Assignment: Copy out nothing but the line containing "evaluation.emissionPeakNmByLine = perLine.map((d)" and the lines that follow it to the end of the entries, exactly as they stand.

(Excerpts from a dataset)
*** Begin section ***

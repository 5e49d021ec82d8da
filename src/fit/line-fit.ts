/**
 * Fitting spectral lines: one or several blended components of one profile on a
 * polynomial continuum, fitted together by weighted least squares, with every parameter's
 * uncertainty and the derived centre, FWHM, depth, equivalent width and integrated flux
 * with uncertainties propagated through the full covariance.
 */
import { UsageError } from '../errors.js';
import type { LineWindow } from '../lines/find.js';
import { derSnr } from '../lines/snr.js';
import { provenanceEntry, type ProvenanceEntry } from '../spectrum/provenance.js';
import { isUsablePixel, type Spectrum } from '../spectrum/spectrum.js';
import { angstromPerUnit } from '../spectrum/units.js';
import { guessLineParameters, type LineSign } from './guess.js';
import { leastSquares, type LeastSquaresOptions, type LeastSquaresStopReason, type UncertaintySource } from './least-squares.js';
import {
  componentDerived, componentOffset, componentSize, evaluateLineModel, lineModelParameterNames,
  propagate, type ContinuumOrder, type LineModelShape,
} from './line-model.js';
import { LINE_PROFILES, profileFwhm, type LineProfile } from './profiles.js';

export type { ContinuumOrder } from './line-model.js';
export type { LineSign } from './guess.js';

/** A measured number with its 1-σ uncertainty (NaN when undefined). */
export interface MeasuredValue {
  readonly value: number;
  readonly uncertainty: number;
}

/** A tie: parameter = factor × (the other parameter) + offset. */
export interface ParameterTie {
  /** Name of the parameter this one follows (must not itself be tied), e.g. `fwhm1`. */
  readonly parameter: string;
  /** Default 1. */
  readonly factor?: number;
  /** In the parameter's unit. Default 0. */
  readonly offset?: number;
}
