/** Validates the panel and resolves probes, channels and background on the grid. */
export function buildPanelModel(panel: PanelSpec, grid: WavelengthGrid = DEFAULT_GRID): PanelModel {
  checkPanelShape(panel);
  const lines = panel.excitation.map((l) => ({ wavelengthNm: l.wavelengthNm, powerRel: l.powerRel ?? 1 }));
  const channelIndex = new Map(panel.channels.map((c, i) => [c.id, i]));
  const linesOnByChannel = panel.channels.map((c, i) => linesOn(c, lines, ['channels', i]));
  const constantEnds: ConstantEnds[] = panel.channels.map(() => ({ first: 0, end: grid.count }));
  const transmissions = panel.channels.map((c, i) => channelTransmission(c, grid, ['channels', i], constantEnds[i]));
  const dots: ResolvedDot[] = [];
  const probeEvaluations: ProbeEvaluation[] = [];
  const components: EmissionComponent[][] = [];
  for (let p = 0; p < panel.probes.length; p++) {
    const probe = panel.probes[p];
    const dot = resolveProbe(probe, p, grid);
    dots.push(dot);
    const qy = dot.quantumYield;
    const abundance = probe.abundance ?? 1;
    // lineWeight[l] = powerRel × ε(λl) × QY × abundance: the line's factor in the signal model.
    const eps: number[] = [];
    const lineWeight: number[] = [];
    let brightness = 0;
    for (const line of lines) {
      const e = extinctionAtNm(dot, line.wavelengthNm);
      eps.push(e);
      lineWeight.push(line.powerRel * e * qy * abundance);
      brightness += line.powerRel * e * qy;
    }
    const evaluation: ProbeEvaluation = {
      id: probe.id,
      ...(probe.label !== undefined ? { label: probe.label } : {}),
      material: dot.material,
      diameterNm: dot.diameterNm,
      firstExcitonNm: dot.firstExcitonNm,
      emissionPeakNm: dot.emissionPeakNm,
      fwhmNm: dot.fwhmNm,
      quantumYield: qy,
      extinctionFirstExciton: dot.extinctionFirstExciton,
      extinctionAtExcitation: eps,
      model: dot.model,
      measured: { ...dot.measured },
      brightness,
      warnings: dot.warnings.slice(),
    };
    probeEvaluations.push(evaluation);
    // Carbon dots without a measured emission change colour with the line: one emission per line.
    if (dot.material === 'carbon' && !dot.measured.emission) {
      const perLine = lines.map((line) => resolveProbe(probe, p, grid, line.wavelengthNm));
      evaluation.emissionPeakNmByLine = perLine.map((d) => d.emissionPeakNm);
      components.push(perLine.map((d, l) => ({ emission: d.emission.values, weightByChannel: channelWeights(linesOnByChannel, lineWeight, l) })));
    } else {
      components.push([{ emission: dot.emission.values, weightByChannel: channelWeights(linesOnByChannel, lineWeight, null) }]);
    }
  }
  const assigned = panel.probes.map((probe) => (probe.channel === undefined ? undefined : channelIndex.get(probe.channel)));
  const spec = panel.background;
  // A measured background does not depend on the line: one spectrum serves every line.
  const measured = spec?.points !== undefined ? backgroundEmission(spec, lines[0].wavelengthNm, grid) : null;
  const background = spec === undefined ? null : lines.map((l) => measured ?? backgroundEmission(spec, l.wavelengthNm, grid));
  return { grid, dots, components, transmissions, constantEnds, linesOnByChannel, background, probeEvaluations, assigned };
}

*** End section ***

Result for this task:
      evaluation.emissionPeakNmByLine = perLine.map((d) => d.emissionPeakNm);
      components.push(perLine.map((d, l) => ({ emission: d.emission.values, weightByChannel: channelWeights(linesOnByChannel, lineWeight, l) })));
    } else {
      components.push([{ emission: dot.emission.values, weightByChannel: channelWeights(linesOnByChannel, lineWeight, null) }]);
    }
  }
  const assigned = panel.probes.map((probe) => (probe.channel === undefined ? undefined : channelIndex.get(probe.channel)));
  const spec = panel.background;
  // A measured background does not depend on the line: one spectrum serves every line.
  const measured = spec?.points !== undefined ? backgroundEmission(spec, lines[0].wavelengthNm, grid) : null;
  const background = spec === undefined ? null : lines.map((l) => measured ?? backgroundEmission(spec, l.wavelengthNm, grid));
  return { grid, dots, components, transmissions, constantEnds, linesOnByChannel, background, probeEvaluations, assigned };
}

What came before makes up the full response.